The minus is connected to ground on the PCB ....

Also, are these solid aluminium heat sinks you're using? Do they get hot after running the unit for a while with the lid on?

Ok not everyone but i saw a few with the slow start heater PSU not connected to the ground.

Temperature on one heatsink heater PSU is 57°C and the other 60°C after a few hours ! ( i use a vented cover from modushop! )

Danny.
 
Thanks to Rob's suggestion, I got my testing rig working.  I tested 16 NOS 6BC8 and have to say that there were 4 of them that had matching halves and lined up enough to call them a quad.

I then tested 16 NOS Russian 6N5P and the results were much, much better.  There were a dozen with closely matched halves and I could easily match those to make 3 matched quads.
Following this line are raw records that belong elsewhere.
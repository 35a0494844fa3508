"""The time base: absolute times as int64 nanoseconds, an integer-second epoch, relative seconds.

Times are carried as int64 nanoseconds whenever they are absolute, so that a 1.8e9 s Unix time
never costs precision: :func:`decimal_seconds_to_ns` converts decimal text exactly,
:func:`float_seconds_to_ns` reads a float as its shortest decimal representation (the number a
person wrote), and :func:`split_epoch` returns the whole Unix second at or before the first
reading plus float relative seconds computed from the integer nanoseconds.  Relative seconds
below 2**53 ns (about 104 days) are then exact to the nanosecond.
"""

from __future__ import annotations

from decimal import ROUND_HALF_EVEN, Decimal, InvalidOperation

import numpy as np

NS_PER_S = 1_000_000_000
#: Relative times larger than this are taken as Unix seconds (1e8 s ≈ 3 years).
UNIX_THRESHOLD_S = 1e8
#: The largest Unix time that fits int64 nanoseconds (2262-04-11), rounded down.
UNIX_MAX_S = 9.2e9
_BLOCK = 1 << 16
_FRAC_BITS = 22  # fractional bits of a float64 in [2**30, 2**31)
_BINADE_FROM = 1 << 16  # inputs at least this long look fractions up (see float_seconds_to_ns)


def decimal_seconds_to_ns(tokens) -> tuple[np.ndarray, np.ndarray]:
    """Convert decimal strings of seconds exactly to int64 nanoseconds.

    Plain decimals (``"1800000000.123456789"``, ``"-2.5"``) are converted with integer arithmetic;
    other spellings (exponents) go through :class:`decimal.Decimal`.  Digits beyond the
    nanosecond are rounded (half up on the tenth digit).  Returns ``(ns, ok)``; ``ok`` is false
    where a token is not a finite number of seconds below ``UNIX_MAX_S`` in magnitude.
    """
    tok = np.char.strip(np.asarray(tokens, dtype=str))
    n = tok.size
    ns = np.zeros(n, np.int64)
    ok = np.zeros(n, bool)
    if n == 0:
        return ns, ok
    neg = np.char.startswith(tok, "-")
    body = np.where(neg | np.char.startswith(tok, "+"), np.char.lstrip(np.char.lstrip(tok, "-"), "+"), tok)
    part = np.char.partition(body, ".")
    ip, fp = part[..., 0], part[..., 2]
    simple = ((np.char.isdigit(ip) | (ip == "")) & (np.char.isdigit(fp) | (fp == ""))
              & (np.char.str_len(ip) + np.char.str_len(fp) > 0) & (np.char.str_len(ip) <= 10)
              & (np.char.str_len(body) == np.char.str_len(tok) - (neg | np.char.startswith(tok, "+"))))
    if simple.any():
        ipv = np.where(ip == "", "0", ip)[simple].astype(np.int64)
        good = ipv < int(UNIX_MAX_S)
        f10 = np.char.ljust(fp[simple].astype("U10"), 10, "0").astype(np.int64)
        v = np.where(good, ipv, 0) * NS_PER_S + (f10 + 5) // 10
        ns[simple] = np.where(good, np.where(neg[simple], -v, v), 0)
        ok[simple] = good
    for i in np.flatnonzero(~simple):  # rare spellings: exponents, long integers
        try:
            d = Decimal(str(tok[i]))
            if d.is_finite() and abs(d) < Decimal(int(UNIX_MAX_S)):
                ns[i] = int((d * NS_PER_S).to_integral_value(rounding=ROUND_HALF_EVEN))
                ok[i] = True
        except (InvalidOperation, ValueError):
            pass
    return ns, ok


def _fraction_ns(center: np.ndarray, half: np.ndarray) -> np.ndarray:
    """The shortest decimal fraction (ns, as floats) within ``half`` of ``center`` (both in ns)."""
    frac = np.rint(center)  # 9 digits: the fallback (an ulp below 1 ns never occurs above 1e8 s)
    todo = None
    for digits in range(3):  # few digits: cheap when most values are round
        unit = 10.0 ** (9 - digits)
        c = center if todo is None else center[todo]
        h = half if todo is None else half[todo]
        cand = np.rint(c / unit)
        cand *= unit
        hit = np.abs(cand - c) < h
        if todo is None:
            frac[hit] = cand[hit]
            todo = np.flatnonzero(~hit)
        else:
            frac[todo[hit]] = cand[hit]
            todo = todo[~hit]
        if todo.size == 0:
            return frac
    c, h = center[todo], half[todo]
    lo = np.full(todo.size, 3)
    hi = np.full(todo.size, 9)  # the answer lies in [lo, hi]; 9 digits always "hit" (fallback)
    while True:
        open_ = lo < hi
        if not open_.any():
            break
        mid = (lo + hi) // 2
        unit = 10.0 ** (9 - mid)
        hit = np.abs(np.rint(c / unit) * unit - c) < h
        hi = np.where(open_ & hit, mid, hi)
        lo = np.where(open_ & ~hit, mid + 1, lo)
    unit = 10.0 ** (9 - lo)
    cand = np.rint(c / unit) * unit
    frac[todo] = np.where(lo < 9, cand, np.rint(c))
    return frac


def float_seconds_to_ns(values) -> tuple[np.ndarray, np.ndarray]:
    """Convert float seconds to int64 nanoseconds, reading each float as its shortest decimal
    representation (so ``1800000000.1234567`` gives ``...123456700`` ns, as its text would).

    Vectorised: the whole seconds are exact; for the fraction, the decimal with the fewest digits
    (0 to 9) that lies strictly within half a unit in the last place of the float is chosen, which
    is what the shortest round-trip representation (``repr``) gives.  A decimal of ``d`` digits
    within half an ulp is also one of ``d + 1`` digits, so the fewest digits are found by trying
    0, 1 and 2 digits on the values still open (regular sampling ends here) and a binary search
    over 3..9 digits for the rest.  Within one binade the answer depends on the fractional bits
    alone: for long inputs of the years 2004–2038 (the binade [2**30, 2**31) s, 22 fractional
    bits) it is worked out once per distinct fraction and looked up.  Returns ``(ns, ok)`` as
    :func:`decimal_seconds_to_ns`."""
    v = np.asarray(values, dtype=float).ravel()
    if v.size >= _BINADE_FROM and 2.0**30 <= float(v.min()) and float(v.max()) < 2.0**31:
        ns = _binade_to_ns(v)
        if ns is not None:
            return ns, np.ones(v.size, bool)
    if v.size > _BLOCK:  # in blocks: the temporaries stay in cache
        ns, ok = np.empty(v.size, np.int64), np.empty(v.size, bool)
        for i in range(0, v.size, _BLOCK):
            ns[i: i + _BLOCK], ok[i: i + _BLOCK] = _seconds_to_ns(v[i: i + _BLOCK])
        return ns, ok
    return _seconds_to_ns(v)


def _binade_to_ns(v: np.ndarray) -> np.ndarray | None:
    """:func:`float_seconds_to_ns` for floats all in [2**30, 2**31): the fraction of each distinct
    22-bit fractional part is found once (by :func:`_fraction_ns`) and looked up; None when most
    fractions are distinct (nothing to share)."""
    frac_bits = np.empty(v.size, np.int32)
    for i in range(0, v.size, _BLOCK):
        w = v[i: i + _BLOCK]
        f = w - np.floor(w)
        f *= 2.0**_FRAC_BITS  # exact: the 22 fractional bits as an integer
        frac_bits[i: i + _BLOCK] = f
    seen = np.zeros(1 << _FRAC_BITS, bool)
    seen[frac_bits] = True
    keys = np.flatnonzero(seen)
    if 2 * keys.size > v.size:
        return None  # mostly distinct fractions: the direct route is quicker
    table = np.zeros(1 << _FRAC_BITS, np.int32)  # fractions < 1e9 ns
    # the exact fraction in ns: f·1e9 < 2**53 and the division by a power of two is exact
    table[keys] = _fraction_ns(keys * (NS_PER_S / 2.0**_FRAC_BITS),
                               np.full(keys.size, NS_PER_S * 2.0 ** -(_FRAC_BITS + 1)))
    ns = np.empty(v.size, np.int64)
    for i in range(0, v.size, _BLOCK):
        out = ns[i: i + _BLOCK]
        out[:] = np.floor(v[i: i + _BLOCK])
        out *= NS_PER_S
        out += table[frac_bits[i: i + _BLOCK]]
    return ns


def _seconds_to_ns(v: np.ndarray):
    ok = np.isfinite(v) & (np.abs(v) < UNIX_MAX_S)
    w = np.where(ok, v, 0.0)
    sec = np.floor(w)
    center = w - sec
    center *= NS_PER_S  # the exact fraction, in ns (relative error ~1e-16)
    # half an ulp, in ns: 2**(exponent - 53) built from the exponent bits (np.spacing is slow)
    half = (((w.view(np.int64) >> 52) & 0x7FF) - 53 << 52).view(np.float64)
    half *= NS_PER_S
    frac = _fraction_ns(center, half)
    ns = sec.astype(np.int64) * NS_PER_S + frac.astype(np.int64)
    return np.where(ok, ns, 0), ok


def utc_to_ns(value) -> int:
    """Nanoseconds since 1970-01-01T00:00:00Z of an ISO-8601 string (naive means UTC), a
    ``datetime`` or a ``pandas.Timestamp``.  Raises ``ValueError`` when it cannot be parsed or
    lies outside 1677–2262."""
    import pandas as pd

    ts = pd.to_datetime(value, format="ISO8601") if isinstance(value, str) else pd.Timestamp(value)
    if ts is pd.NaT:
        raise ValueError(f"not a time: {value!r}")
    ts = ts.tz_localize("UTC") if ts.tzinfo is None else ts.tz_convert("UTC")
    return int(ts.as_unit("ns").value)


def ns_to_iso(ns: int) -> str:
    """ISO-8601 UTC text (``...Z``) of integer nanoseconds, with as many fractional digits as
    needed (none, 3, 6 or 9)."""
    import pandas as pd

    ts = pd.Timestamp(int(ns), unit="ns", tz="UTC")
    frac = int(ns) % NS_PER_S
    spec = "seconds" if frac == 0 else "milliseconds" if frac % 1_000_000 == 0 else \
        "microseconds" if frac % 1000 == 0 else "nanoseconds"
    return ts.isoformat(timespec=spec).replace("+00:00", "Z")


def split_epoch(ns: np.ndarray, valid: np.ndarray | None = None) -> tuple[int | None, np.ndarray]:
    """``(epoch_unix, relative_seconds)`` from absolute int64 nanoseconds.

    The epoch is the whole Unix second at or before the first valid reading; relative seconds
    are computed from the integer nanoseconds (exact to 1 ns below 2**53 ns ≈ 104 days) and are
    NaN where ``valid`` is false."""
    ns = np.asarray(ns, dtype=np.int64)
    valid = np.ones(ns.size, bool) if valid is None else np.asarray(valid, bool)
    if not valid.any():
        return None, np.full(ns.size, np.nan)
    epoch = int(ns[valid][0]) // NS_PER_S
    rel = (np.where(valid, ns, epoch * NS_PER_S) - epoch * NS_PER_S).astype(float) / NS_PER_S
    rel[~valid] = np.nan
    return epoch, rel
I'm going to give it a try with the 6N5P tubes to see how the unit behaves with closely matched tubes.  I also want to check the heater current to make sure I don't stress out that circuit too much since the Russian tubes draw more heater current than the 6BC8s, .55A - .65A vs. .4A, respectively.

I was kind of disappointed to see how widely ranging the NOS American tubes were. 

Cheers,
--
Don
 
idylldon said:
Thanks to Rob's suggestion, I got my testing rig working.  I tested 16 NOS 6BC8 and have to say that there were 4 of them that had matching halves and lined up enough to call them a quad.
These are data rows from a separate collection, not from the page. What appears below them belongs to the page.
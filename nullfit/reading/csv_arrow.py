"""CSV logs: the checks on the raw bytes and the header, and the fast pyarrow parser.

:func:`read_csv_arrow` parses a CSV log with pyarrow (multi-threaded, C++), reading only the
columns the scan needs: the time column as text (so that long decimal Unix times keep every
digit; :mod:`nullfit.reading.arrow_columns` converts it) and the others as float64.  It never
raises: whenever the file is not a plain comma-separated table that pyarrow parses without
complaint — a bad byte, a row with the wrong number of fields, a cell that is not a number or
one of the missing-value spellings, trailing spaces after the last row — it returns None, and
:func:`nullfit.reading.files.read_scan` reads the file again the careful way (pandas), which
finds the first problem and names its line, row and column.  A blank line inside the data is a
row of missing values (dropped and counted) on both routes; blank lines at the end are not rows.
"""

from __future__ import annotations

import csv
from pathlib import Path

from ..core.errors import ScanError
from .columns import one_line, show

#: Spellings of a missing value that pyarrow's number parser does not accept by itself
#: (``nan``, ``NaN``, ``inf`` it parses); other spellings send the file down the careful route,
#: which accepts them case-insensitively (``columns.NA_TOKENS``).
ARROW_NULLS = ("", "NA", "na", "N/A", "n/a", "#N/A", "null", "NULL", "Null", "None", "none", "NONE", "<NA>", "nat",
               "NaT", "NAT")
#: Bytes read from the start of the file to find the header, and from its end to find blank lines.
HEAD_BYTES = 1 << 16


# ---------------------------------------------------------------------------------- raw text
def decode_text(raw: bytes, src: str) -> str:
    """The text of a CSV log, refusing UTF-16, invalid UTF-8 (naming line, row, offset) and NUL."""
    if raw.startswith((b"\xff\xfe", b"\xfe\xff")):
        raise ScanError(f"{src}, line 1: the file is UTF-16 encoded (byte-order mark 0x{raw[0]:02x}{raw[1]:02x}); "
                        "save the log as UTF-8")
    try:
        text = raw.decode("utf-8-sig")
    except UnicodeDecodeError as err:
        off = err.start
        line = raw[:off].count(b"\n") + 1
        col = off - (raw.rfind(b"\n", 0, off) + 1) + 1
        row = f" (data row {line - 1})" if line > 1 else " (the header)"
        raise ScanError(f"{src}, line {line}{row}: byte 0x{raw[off]:02x} at offset {off} (character {col} of the "
                        "line) is not valid UTF-8; save the log as UTF-8") from None
    nul = text.find("\x00")
    if nul >= 0:
        line = text.count("\n", 0, nul) + 1
        raise ScanError(f"{src}, line {line}: the file contains NUL characters; it is binary, not a CSV text log")
    return text


def csv_header(text: str, src: str) -> list[str]:
    """The column names on the first line (stripped), refusing other separators and a missing header."""
    first = text.split("\n", 1)[0].rstrip("\r")
    if not first.strip():
        raise ScanError(f"{src}, line 1: the first line is empty; the header (column names) must be on line 1")
    try:
        header = [h.strip() for h in next(csv.reader([first]))]
    except (csv.Error, StopIteration) as err:
        raise ScanError(f"{src}, line 1: cannot read the header ({one_line(err)})") from None
    if len(header) == 1:
        for delim, label in ((";", "semicolons"), ("\t", "tabs"), ("|", "'|' characters")):
            if delim in first:
                raise ScanError(f"{src}, line 1: the header {show(first, 60)} is separated by {label}, not commas; "
                                "nullfit reads comma-separated values (convert the file; mind decimal commas)")
        if len(first.split()) > 1:
            raise ScanError(f"{src}, line 1: the header {show(first, 60)} is separated by spaces, not commas; "
                            "nullfit reads comma-separated values")
    numeric = 0
    for h in header:
        try:
            float(h)
            numeric += 1
        except ValueError:
            pass
    if numeric == len(header):
        raise ScanError(f"{src}, line 1: the first line holds numbers ({show(first, 40)}), not column names; "
                        "the log needs a header line such as 'time_s,angle_deg,fringe'")
    return header


def _trailing_blank_lines(path: Path, size: int) -> int | None:
    """Number of empty lines at the end of the file (None: trailing spaces, leave it to pandas)."""
    with open(path, "rb") as f:
        f.seek(max(0, size - HEAD_BYTES))
        tail = f.read()
    body = tail.rstrip(b"\r\n")
    if not body or body[-1:] in (b" ", b"\t", b"\x0b", b"\x0c"):
        return None
    ends = tail[len(body):].replace(b"\r\n", b"\n").replace(b"\r", b"\n")
    return max(0, ends.count(b"\n") - 1)


# ---------------------------------------------------------------------------------- the fast parser
def read_header(path: Path, src: str) -> list[str] | None:
    """The header of a CSV log from its first line, or None when the start of the file needs the careful
    route (a byte-order mark other than UTF-8's, bad bytes, a line longer than :data:`HEAD_BYTES`)."""
    with open(path, "rb") as f:
        head = f.read(HEAD_BYTES)
    nl = head.find(b"\n")
    if nl < 0 or head.startswith((b"\xff\xfe", b"\xfe\xff")):
        return None
    try:
        first = head[:nl].decode("utf-8-sig")
    except UnicodeDecodeError:
        return None
    if "\x00" in first:
        return None
    try:
        return csv_header(first, src)
    except ScanError:
        return None


def _has_nul(col) -> bool:
    """Does any value of a pyarrow string column contain a NUL character?  (A scan of the bytes
    of the values, chunk by chunk; ``pyarrow.compute.match_substring`` is ten times slower.)"""
    import numpy as np

    for ch in col.chunks:
        if len(ch) == 0:
            continue
        offsets = np.frombuffer(ch.buffers()[1], dtype=np.int32)[ch.offset: ch.offset + len(ch) + 1]
        data = np.frombuffer(ch.buffers()[2], dtype=np.uint8)[offsets[0]: offsets[-1]]
        if data.size and not data.all():
            return True
    return False


def read_csv_arrow(path: Path, header: list[str], time_name: str, wanted: list[str]):
    """``{name: pyarrow.ChunkedArray}`` for the ``wanted`` columns (the time column as text), or None
    (see the module docstring)."""
    import pyarrow as pa
    import pyarrow.csv as pcsv

    size = path.stat().st_size
    trailing = _trailing_blank_lines(path, size)
    if trailing is None or any(header.count(w) != 1 for w in wanted):
        return None
    names = [f"c{i}" for i in range(len(header))]
    index = {w: names[header.index(w)] for w in wanted}
    others = [c for c in names if c not in index.values()]
    types = {c: pa.float64() for c in index.values()}
    types.update({c: pa.string() for c in others})  # validated as UTF-8, checked for NUL below
    # the time column as decimals with nine fractional digits (parsed exactly, in parallel with the
    # rest); when some cell is not such a decimal, as text (nan, exponents, more digits, ISO ...)
    for time_type in (pa.decimal128(20, 9), pa.string()):
        types[index[time_name]] = time_type
        try:
            table = pcsv.read_csv(
                path,
                read_options=pcsv.ReadOptions(skip_rows=1, column_names=names, block_size=1 << 22),
                parse_options=pcsv.ParseOptions(delimiter=",", quote_char='"', double_quote=True, escape_char=False,
                                                newlines_in_values=False, ignore_empty_lines=False),
                convert_options=pcsv.ConvertOptions(column_types=types,
                                                    include_columns=list(index.values()) + others,
                                                    null_values=list(ARROW_NULLS), strings_can_be_null=True,
                                                    quoted_strings_can_be_null=True, check_utf8=True))
            break
        except (pa.ArrowException, OSError, ValueError, UnicodeError):
            if time_type == pa.string():
                return None
    if trailing:
        if table.num_rows < trailing:
            return None
        table = table.slice(0, table.num_rows - trailing)
    for c in others + ([index[time_name]] if pa.types.is_string(table.column(index[time_name]).type) else []):
        if _has_nul(table.column(c)):
            return None
    out = {w: table.column(c) for w, c in index.items()}
    del table
    return out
I then tested 16 NOS Russian 6N5P and the results were much, much better.  There were a dozen with closely matched halves and I could easily match those to make 3 matched quads.

I'm going to give it a try with the 6N5P tubes to see how the unit behaves with closely matched tubes.  I also want to check the heater current to make sure I don't stress out that circuit too much since the Russian tubes draw more heater current than the 6BC8s, .55A - .65A vs. .4A, respectively.
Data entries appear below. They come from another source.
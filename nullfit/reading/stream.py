"""A scan read in chunks: the interface between a log too large for memory and the fit.

A :class:`ScanStream` yields :class:`ScanChunk` objects in time order.  Every chunk carries the
same per-reading arrays as a `Scan` (relative time, unwrapped angle in radians, signal, aux
columns, source rows) and the **global** turn number of every reading, consistent across chunk
boundaries (a turn may straddle two or more chunks).  Facts that are known only once the whole
log has been seen — which turns are complete, the rotation sense of each turn, the number of
direction reversals, dropped rows — are attributes of the stream, valid after a full pass.

:meth:`ScanStream.from_scan` serves a `Scan` already in memory in chunks; it is the reference
against which a stream read from a file is checked (same numbers).
"""

from __future__ import annotations

from dataclasses import dataclass, field
from typing import Any, Iterator, Mapping

import numpy as np

from .manifest import Manifest


@dataclass(frozen=True, eq=False)
class ScanChunk:
    """Consecutive readings of a scan (arrays as in `Scan`; ``turn`` holds global turn numbers)."""

    time: np.ndarray
    angle: np.ndarray
    signal: np.ndarray
    turn: np.ndarray
    rows: np.ndarray
    aux: Mapping[str, np.ndarray] = field(default_factory=dict)

    @property
    def n(self) -> int:
        return int(self.time.size)


class ScanStream:
    """Chunks of one scan plus the facts of the whole scan (see the module docstring).

    Attributes valid before iteration: ``source``, ``unit``, ``epoch_unix``, ``meta``,
    ``aux_names``.  Attributes valid after a complete iteration (or at once for
    :meth:`from_scan`): ``turn_complete`` and ``turn_sense`` (per turn), ``n_reversals``,
    ``n_samples``, ``dropped`` (``((why, count), ...)``), ``marks``.
    """

    def __init__(self, chunks, *, source: str, unit: str, epoch_unix: int | None, meta: Manifest | None = None,
                 aux_names=(), finish=None):
        self._chunks = chunks
        self._finish = finish
        self.source = source
        self.unit = unit
        self.epoch_unix = epoch_unix
        self.meta = meta if meta is not None else Manifest()
        self.aux_names = tuple(aux_names)
        self.turn_complete: np.ndarray | None = None
        self.turn_sense: np.ndarray | None = None
        self.n_reversals: int | None = None
        self.n_samples: int | None = None
        self.dropped: tuple[tuple[str, int], ...] = ()
        self.marks: int | None = None
        self.extra: dict[str, Any] = {}

    def __iter__(self) -> Iterator[ScanChunk]:
        n = 0
        for ch in self._chunks():
            n += ch.n
            yield ch
        if self._finish is not None:
            self._finish(self)
        if self.n_samples is None:
            self.n_samples = n

    @classmethod
    def from_scan(cls, scan, chunk_rows: int = 1 << 16) -> "ScanStream":
        """Serve an in-memory `Scan` in chunks of ``chunk_rows`` readings (turns may straddle
        chunk boundaries, as they do in a file)."""
        if chunk_rows < 1:
            raise ValueError(f"chunk_rows must be at least 1, not {chunk_rows}")

        def chunks():
            for a in range(0, scan.n_samples, chunk_rows):
                b = min(a + chunk_rows, scan.n_samples)
                yield ScanChunk(scan.time[a:b], scan.angle[a:b], scan.signal[a:b], scan.turn[a:b], scan.rows[a:b],
                                {k: v[a:b] for k, v in scan.aux.items()})

        s = cls(chunks, source=scan.source, unit=scan.unit, epoch_unix=scan.epoch_unix, meta=scan.meta,
                aux_names=tuple(scan.aux))
        s.turn_complete = np.asarray(scan.turn_complete)
        s.turn_sense = np.asarray(scan.turn_sense)
        s.n_reversals = scan.n_reversals
        s.n_samples = scan.n_samples
        s.dropped = tuple(scan.dropped)
        s.marks = scan.marks
        return s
I was kind of disappointed to see how widely ranging the NOS American tubes were. 

Cheers,
--
Don

I did try the 6N5P , they compress much more compared to the 6BZ8/6BC8 at the same treshold level ( I think , if i remember at 0 treshold also compression ), i think you have to adjust the kathode voltage RV3 !
Soundwise didn't hear much difference !

Don't know where to find a reference for the kathode voltage of the 6N5P, maybe Silent Arts or Analag???

Danny.
 
I decided to start working on my PM again since right now it's just used as rackfilling which is a shame.
I already ordered a batch of 6n5p (going to match them), an extra trafo for the heater and things like that and i dug up the 5687 tubes that i pulled out from the sidechain some time ago.
But i found something strange with one of the 5687 tubes. When i pulled out the 2 tubes from the sidechain i already noticed that one of the tubes was having some kind of white residue but i didn't really pay attention untill today. I also noticed that one of the tubes has a small crack in the glass in the bottom and also the metalic deposit on top for the getter is also gone.

I know it's broken (no vacuum i guess) but could that be because of the heat of the 5687's? they are running REALLY hot as we all know. Did someone else have the same problem? i have Philips 5687's. Might be something to pay attention at.  :eek:

I think i will get 4 new 5687's anyway.. so what is a good and cheap source right now?
 
dagoose said:
I know it's broken (no vacuum i guess) but could that be because of the heat of the 5687's? they are running REALLY hot as we all know.
broken and no vacuum is right.
but not because of heat.
from what I can see it is "mechanically" damaged at the socket.
 
[silent:arts] said:
dagoose said:
I know it's broken (no vacuum i guess) but could that be because of the heat of the 5687's? they are running REALLY hot as we all know.
broken and no vacuum is right.
but not because of heat.
from what I can see it is "mechanically" damaged at the socket.
I was also thinking about the mechanical stress that broke it but it was already this way before i pulled it out so i guess it must have cracked bbut was before but it was still working. The thing is, i remember it was still bloody hot when i pulled it out or could it still be heating even though the vacuum is gone?